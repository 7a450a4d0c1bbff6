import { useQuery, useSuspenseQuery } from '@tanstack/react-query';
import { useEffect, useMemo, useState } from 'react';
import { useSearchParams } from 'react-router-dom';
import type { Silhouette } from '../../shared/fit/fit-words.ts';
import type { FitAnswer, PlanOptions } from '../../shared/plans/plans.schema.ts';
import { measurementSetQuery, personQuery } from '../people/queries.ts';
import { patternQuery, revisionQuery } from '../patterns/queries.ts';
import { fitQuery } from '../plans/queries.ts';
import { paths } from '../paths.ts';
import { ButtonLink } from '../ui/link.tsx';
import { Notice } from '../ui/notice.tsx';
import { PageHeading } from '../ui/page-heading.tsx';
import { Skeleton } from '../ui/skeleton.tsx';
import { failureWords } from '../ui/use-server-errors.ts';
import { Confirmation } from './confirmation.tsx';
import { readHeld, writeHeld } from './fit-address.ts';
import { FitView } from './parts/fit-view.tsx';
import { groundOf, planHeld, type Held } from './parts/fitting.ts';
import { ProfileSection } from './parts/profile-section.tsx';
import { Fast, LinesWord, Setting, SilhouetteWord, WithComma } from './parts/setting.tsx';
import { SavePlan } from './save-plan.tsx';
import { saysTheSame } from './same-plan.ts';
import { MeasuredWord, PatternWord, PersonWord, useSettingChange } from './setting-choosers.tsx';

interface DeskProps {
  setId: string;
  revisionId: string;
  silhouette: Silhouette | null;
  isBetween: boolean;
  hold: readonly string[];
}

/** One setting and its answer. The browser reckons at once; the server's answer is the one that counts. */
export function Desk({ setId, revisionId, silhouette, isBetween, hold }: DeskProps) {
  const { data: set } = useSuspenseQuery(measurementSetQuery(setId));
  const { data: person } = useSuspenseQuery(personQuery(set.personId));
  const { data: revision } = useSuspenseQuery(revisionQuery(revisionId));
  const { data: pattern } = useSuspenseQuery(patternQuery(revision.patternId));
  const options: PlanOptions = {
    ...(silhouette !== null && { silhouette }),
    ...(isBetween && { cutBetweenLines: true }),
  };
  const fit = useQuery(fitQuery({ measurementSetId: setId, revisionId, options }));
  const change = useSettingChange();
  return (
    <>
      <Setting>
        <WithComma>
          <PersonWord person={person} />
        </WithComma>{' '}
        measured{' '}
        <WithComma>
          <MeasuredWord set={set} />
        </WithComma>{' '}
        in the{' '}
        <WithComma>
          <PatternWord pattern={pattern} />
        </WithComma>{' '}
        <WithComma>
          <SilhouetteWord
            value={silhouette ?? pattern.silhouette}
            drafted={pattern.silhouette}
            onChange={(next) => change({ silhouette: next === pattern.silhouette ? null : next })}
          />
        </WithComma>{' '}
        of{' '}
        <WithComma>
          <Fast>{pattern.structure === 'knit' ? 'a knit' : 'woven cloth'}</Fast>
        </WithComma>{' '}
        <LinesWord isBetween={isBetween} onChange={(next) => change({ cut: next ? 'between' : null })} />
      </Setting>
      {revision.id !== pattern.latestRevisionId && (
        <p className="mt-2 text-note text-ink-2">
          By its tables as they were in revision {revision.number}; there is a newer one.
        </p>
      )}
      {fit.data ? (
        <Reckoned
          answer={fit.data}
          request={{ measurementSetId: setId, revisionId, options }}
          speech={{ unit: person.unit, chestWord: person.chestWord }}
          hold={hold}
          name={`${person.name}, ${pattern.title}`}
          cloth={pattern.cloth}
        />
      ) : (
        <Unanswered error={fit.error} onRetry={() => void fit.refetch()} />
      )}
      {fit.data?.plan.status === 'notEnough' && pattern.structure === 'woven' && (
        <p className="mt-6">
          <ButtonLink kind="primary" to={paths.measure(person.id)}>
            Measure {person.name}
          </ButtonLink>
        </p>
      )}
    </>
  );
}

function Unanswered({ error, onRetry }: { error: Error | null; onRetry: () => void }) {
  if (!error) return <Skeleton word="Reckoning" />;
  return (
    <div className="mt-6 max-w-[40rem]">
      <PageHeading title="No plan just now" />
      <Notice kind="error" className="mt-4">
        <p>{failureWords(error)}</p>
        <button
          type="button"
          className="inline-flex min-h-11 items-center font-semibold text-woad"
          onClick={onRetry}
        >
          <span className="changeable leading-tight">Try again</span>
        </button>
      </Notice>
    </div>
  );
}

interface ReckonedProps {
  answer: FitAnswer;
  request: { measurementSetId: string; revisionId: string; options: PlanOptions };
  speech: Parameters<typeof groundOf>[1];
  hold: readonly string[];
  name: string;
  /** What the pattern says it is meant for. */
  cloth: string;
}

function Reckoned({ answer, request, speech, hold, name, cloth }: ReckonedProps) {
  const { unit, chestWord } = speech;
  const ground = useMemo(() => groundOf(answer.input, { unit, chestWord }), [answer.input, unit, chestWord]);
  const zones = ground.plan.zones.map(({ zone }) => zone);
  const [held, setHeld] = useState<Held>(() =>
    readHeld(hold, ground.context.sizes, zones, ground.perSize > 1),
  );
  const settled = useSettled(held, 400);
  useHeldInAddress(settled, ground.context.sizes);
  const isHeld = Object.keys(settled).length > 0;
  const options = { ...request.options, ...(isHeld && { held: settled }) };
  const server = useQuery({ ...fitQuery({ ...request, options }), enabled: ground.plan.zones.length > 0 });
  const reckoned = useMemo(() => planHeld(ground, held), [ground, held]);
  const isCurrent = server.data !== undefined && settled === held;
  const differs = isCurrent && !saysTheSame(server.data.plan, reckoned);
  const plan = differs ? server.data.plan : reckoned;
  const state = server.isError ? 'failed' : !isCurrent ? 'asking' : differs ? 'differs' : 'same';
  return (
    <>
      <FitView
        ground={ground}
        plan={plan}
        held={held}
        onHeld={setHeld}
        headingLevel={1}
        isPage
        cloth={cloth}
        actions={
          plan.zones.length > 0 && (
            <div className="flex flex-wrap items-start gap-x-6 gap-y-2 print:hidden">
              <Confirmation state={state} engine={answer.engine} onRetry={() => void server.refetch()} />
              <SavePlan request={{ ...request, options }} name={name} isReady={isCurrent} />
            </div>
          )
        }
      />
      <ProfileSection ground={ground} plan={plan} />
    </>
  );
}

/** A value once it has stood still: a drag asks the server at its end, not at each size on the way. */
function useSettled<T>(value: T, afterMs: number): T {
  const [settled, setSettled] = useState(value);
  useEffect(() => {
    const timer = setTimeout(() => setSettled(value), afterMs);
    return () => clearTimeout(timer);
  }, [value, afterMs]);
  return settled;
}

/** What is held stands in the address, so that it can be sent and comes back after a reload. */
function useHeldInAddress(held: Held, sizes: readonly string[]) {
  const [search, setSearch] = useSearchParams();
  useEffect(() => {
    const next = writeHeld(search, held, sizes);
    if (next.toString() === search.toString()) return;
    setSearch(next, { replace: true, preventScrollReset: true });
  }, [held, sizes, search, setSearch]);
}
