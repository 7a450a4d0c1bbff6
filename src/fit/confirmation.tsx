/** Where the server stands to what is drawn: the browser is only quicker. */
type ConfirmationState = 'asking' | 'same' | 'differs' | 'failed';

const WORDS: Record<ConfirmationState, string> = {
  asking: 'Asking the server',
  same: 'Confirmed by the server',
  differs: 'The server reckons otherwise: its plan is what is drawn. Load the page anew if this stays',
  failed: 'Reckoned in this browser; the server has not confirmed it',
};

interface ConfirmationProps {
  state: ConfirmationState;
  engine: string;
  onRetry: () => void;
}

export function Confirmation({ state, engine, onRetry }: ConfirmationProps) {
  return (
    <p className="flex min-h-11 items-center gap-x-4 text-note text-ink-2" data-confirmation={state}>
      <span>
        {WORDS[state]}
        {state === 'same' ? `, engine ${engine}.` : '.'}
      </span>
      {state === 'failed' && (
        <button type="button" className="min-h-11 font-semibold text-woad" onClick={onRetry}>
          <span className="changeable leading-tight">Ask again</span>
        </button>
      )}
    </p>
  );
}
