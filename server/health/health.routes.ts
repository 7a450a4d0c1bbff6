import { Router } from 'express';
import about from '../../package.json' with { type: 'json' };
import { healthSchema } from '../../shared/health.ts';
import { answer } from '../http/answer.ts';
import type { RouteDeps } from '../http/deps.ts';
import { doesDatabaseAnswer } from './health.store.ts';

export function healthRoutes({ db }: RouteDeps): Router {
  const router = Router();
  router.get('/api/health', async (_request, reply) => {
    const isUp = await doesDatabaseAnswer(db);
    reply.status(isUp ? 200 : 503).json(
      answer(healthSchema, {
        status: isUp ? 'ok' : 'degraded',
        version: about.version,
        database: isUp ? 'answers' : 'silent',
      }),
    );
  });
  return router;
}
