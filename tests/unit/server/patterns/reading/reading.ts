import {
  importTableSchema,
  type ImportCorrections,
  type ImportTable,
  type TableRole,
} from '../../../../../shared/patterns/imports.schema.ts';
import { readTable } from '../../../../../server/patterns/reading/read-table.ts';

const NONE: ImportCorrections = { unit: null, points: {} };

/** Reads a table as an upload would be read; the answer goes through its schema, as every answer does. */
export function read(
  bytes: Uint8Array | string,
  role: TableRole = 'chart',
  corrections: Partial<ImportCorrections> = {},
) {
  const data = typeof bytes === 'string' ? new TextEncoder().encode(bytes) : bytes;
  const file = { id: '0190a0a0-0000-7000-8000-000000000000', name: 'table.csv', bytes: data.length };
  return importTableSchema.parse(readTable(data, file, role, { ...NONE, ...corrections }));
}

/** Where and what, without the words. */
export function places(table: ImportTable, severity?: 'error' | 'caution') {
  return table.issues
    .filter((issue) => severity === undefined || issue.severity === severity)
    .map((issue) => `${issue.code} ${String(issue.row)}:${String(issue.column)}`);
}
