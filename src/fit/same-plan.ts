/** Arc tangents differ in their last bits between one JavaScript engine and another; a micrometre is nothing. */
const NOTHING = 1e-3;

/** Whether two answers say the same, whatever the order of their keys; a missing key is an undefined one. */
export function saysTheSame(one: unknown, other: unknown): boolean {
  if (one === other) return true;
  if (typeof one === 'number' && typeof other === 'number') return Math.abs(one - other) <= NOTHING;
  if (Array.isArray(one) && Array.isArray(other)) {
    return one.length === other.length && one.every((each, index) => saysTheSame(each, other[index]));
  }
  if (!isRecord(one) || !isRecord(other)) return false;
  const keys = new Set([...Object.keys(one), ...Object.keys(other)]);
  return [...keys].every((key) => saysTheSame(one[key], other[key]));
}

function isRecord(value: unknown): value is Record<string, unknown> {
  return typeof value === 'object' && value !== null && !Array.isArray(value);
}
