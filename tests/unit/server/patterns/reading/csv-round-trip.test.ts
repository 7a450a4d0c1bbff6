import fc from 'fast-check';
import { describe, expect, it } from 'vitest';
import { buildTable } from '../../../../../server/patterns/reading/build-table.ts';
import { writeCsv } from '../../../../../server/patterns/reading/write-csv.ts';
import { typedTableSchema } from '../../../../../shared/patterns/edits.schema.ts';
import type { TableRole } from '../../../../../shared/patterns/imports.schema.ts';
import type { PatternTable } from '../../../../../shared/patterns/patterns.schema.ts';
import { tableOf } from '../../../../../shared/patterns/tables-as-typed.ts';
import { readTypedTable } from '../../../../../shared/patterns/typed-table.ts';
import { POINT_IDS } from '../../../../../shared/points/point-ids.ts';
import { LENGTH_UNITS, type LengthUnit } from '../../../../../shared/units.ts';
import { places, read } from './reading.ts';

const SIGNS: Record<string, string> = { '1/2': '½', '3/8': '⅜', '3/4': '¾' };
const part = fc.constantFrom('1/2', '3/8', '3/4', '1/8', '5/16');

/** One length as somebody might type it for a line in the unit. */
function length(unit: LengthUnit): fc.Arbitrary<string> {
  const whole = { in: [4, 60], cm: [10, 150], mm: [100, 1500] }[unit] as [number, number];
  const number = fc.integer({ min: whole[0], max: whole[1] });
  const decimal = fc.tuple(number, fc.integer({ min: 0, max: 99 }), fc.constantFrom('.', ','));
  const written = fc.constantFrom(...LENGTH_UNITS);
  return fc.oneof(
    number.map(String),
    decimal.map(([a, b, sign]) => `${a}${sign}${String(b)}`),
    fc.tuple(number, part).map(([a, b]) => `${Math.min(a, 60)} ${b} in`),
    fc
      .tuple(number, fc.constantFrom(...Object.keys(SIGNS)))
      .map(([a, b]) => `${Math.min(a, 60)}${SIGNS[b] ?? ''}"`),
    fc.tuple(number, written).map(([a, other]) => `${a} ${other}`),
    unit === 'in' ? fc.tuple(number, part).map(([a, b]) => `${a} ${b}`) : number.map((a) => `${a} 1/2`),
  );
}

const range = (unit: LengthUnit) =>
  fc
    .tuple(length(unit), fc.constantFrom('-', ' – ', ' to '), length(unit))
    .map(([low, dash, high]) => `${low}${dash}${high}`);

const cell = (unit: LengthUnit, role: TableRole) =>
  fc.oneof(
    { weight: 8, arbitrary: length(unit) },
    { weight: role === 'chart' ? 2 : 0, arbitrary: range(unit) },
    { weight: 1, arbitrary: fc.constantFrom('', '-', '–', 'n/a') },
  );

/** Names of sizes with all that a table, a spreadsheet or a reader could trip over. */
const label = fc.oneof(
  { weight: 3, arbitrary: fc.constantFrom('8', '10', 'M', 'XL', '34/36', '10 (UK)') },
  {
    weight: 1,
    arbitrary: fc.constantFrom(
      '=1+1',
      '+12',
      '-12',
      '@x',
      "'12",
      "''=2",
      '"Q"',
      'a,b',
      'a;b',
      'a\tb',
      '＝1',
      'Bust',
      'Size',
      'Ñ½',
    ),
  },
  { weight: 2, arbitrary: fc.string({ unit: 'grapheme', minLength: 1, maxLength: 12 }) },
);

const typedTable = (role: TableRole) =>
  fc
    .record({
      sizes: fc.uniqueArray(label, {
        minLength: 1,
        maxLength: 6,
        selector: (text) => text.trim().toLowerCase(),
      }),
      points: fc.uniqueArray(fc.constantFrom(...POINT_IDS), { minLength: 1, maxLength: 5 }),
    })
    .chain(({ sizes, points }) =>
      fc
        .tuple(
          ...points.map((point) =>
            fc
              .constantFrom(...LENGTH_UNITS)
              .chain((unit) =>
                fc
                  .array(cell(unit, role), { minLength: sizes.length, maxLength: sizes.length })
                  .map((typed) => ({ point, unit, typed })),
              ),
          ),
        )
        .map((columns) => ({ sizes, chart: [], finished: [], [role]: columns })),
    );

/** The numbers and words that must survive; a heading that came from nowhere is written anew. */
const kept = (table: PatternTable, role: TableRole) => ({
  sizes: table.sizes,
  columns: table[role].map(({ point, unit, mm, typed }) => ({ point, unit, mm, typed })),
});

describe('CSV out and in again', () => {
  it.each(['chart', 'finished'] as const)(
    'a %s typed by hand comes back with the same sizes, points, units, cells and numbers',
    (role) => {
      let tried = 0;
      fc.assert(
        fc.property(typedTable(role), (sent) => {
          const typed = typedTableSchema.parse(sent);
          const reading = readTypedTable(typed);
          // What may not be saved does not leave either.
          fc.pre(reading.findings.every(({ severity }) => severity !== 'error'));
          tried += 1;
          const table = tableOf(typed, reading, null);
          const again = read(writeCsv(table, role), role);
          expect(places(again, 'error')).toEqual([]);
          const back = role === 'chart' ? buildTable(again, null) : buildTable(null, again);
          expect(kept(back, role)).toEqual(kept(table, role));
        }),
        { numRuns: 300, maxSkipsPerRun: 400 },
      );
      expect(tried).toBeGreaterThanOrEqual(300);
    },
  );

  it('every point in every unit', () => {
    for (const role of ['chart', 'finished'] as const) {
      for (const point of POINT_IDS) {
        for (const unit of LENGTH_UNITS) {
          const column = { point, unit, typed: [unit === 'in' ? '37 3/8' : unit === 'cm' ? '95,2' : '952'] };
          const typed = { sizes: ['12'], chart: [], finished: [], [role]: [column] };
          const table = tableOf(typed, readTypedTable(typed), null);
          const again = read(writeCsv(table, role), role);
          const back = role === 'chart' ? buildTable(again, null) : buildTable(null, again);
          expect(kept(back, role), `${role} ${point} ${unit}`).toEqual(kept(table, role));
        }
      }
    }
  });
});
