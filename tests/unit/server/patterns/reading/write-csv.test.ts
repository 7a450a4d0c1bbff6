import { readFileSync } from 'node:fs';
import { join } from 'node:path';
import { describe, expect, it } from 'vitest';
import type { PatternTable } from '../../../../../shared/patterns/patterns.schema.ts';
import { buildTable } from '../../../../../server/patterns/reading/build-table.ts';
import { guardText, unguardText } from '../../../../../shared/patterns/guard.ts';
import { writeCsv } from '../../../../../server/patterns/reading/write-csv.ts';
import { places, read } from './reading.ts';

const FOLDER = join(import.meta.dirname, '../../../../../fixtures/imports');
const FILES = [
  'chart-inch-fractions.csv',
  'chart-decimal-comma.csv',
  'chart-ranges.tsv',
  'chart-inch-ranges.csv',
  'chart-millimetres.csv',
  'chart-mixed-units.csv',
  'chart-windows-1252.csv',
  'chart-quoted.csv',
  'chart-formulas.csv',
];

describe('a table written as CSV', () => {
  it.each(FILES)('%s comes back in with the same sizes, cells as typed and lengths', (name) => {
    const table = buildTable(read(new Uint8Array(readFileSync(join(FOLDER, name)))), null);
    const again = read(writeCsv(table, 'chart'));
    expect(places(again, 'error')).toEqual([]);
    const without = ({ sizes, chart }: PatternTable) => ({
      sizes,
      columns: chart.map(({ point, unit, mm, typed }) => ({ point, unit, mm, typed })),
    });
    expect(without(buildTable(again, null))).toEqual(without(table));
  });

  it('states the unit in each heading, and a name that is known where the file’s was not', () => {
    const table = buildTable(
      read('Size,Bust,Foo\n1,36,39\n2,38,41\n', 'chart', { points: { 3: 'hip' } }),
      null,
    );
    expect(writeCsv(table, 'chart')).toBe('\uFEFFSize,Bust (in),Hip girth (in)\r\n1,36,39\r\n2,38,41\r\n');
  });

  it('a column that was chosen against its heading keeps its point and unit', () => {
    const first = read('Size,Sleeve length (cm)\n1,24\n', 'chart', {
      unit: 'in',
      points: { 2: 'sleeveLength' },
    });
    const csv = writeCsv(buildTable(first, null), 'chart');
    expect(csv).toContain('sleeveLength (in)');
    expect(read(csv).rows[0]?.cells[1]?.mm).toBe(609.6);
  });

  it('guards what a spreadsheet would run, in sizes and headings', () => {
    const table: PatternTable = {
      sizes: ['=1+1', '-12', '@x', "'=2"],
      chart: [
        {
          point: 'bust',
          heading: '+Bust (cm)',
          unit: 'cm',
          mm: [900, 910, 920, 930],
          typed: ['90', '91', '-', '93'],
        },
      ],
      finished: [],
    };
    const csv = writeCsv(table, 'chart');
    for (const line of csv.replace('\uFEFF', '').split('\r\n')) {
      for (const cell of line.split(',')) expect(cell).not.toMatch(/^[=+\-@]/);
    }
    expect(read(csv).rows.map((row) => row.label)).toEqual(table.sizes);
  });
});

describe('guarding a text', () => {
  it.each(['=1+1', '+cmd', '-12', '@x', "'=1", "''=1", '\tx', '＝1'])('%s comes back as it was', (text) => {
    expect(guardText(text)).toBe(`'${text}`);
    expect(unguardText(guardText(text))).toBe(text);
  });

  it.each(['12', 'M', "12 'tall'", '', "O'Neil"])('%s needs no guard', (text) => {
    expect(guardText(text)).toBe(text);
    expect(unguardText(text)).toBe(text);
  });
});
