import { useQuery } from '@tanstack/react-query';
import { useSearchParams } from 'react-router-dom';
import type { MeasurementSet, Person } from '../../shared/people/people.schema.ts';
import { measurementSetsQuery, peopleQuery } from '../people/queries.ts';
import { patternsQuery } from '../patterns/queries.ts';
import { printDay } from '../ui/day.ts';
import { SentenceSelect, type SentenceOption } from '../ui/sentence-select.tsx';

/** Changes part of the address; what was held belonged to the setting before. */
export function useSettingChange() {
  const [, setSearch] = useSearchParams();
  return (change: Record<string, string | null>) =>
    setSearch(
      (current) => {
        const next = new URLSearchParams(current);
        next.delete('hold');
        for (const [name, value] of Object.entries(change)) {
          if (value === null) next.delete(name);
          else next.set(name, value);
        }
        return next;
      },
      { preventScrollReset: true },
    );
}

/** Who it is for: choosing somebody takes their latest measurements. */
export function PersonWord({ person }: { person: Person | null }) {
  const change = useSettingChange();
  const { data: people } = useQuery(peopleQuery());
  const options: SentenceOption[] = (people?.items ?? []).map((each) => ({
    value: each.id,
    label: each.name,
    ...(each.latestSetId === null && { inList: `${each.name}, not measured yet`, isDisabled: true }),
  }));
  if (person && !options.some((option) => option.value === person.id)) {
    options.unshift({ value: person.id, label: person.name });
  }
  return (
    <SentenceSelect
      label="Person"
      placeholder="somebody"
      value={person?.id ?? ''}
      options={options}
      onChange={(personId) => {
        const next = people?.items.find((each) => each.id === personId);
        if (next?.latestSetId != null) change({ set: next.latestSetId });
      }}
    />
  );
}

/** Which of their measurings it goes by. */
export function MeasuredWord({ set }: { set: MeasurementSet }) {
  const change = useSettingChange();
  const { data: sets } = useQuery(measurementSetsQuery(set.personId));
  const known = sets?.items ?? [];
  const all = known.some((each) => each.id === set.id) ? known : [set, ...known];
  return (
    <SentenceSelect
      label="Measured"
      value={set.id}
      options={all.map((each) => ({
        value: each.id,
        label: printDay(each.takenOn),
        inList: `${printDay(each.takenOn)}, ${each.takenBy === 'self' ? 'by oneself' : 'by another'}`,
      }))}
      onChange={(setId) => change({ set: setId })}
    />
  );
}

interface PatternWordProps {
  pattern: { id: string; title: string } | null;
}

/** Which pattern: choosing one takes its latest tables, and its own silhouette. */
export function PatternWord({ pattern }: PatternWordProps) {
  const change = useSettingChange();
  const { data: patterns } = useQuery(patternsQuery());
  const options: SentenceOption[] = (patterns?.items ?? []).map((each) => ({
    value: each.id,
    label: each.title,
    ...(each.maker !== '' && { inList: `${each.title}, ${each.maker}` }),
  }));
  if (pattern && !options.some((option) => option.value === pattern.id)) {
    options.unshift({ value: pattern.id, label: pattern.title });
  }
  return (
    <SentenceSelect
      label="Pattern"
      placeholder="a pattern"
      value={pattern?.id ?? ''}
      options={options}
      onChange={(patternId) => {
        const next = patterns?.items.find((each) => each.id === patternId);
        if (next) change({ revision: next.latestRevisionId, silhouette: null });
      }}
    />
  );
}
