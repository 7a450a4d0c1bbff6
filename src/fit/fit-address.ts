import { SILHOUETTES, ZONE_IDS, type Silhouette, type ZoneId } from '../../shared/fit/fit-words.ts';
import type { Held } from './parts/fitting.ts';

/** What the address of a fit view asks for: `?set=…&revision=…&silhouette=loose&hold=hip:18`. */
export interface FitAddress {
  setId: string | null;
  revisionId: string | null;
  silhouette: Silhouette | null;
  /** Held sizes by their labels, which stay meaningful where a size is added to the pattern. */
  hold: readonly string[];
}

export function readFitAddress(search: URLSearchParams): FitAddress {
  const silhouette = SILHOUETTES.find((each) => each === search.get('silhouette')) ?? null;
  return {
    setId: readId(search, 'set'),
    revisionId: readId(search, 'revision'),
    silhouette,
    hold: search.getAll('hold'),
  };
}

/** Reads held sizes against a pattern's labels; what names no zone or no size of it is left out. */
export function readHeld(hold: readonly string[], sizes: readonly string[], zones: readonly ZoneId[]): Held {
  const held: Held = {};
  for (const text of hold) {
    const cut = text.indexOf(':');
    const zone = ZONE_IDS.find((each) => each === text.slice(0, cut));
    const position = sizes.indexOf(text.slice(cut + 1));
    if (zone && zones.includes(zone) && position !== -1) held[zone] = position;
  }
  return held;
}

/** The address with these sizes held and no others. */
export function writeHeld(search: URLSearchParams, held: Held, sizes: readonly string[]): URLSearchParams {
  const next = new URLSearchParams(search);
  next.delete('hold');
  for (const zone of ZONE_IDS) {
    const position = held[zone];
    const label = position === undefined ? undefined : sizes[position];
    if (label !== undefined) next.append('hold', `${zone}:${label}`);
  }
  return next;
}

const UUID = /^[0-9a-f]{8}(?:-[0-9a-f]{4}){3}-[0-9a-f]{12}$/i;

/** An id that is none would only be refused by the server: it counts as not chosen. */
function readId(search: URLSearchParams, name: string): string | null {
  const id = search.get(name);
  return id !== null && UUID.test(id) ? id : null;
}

--- --- ---

§ **Exercise**
From the data above, copy out every line with the string "DeskProps" in it.

§ **Reply**
interface DeskProps {
export function Desk({ setId, revisionId, silhouette, isBetween, hold }: DeskProps) {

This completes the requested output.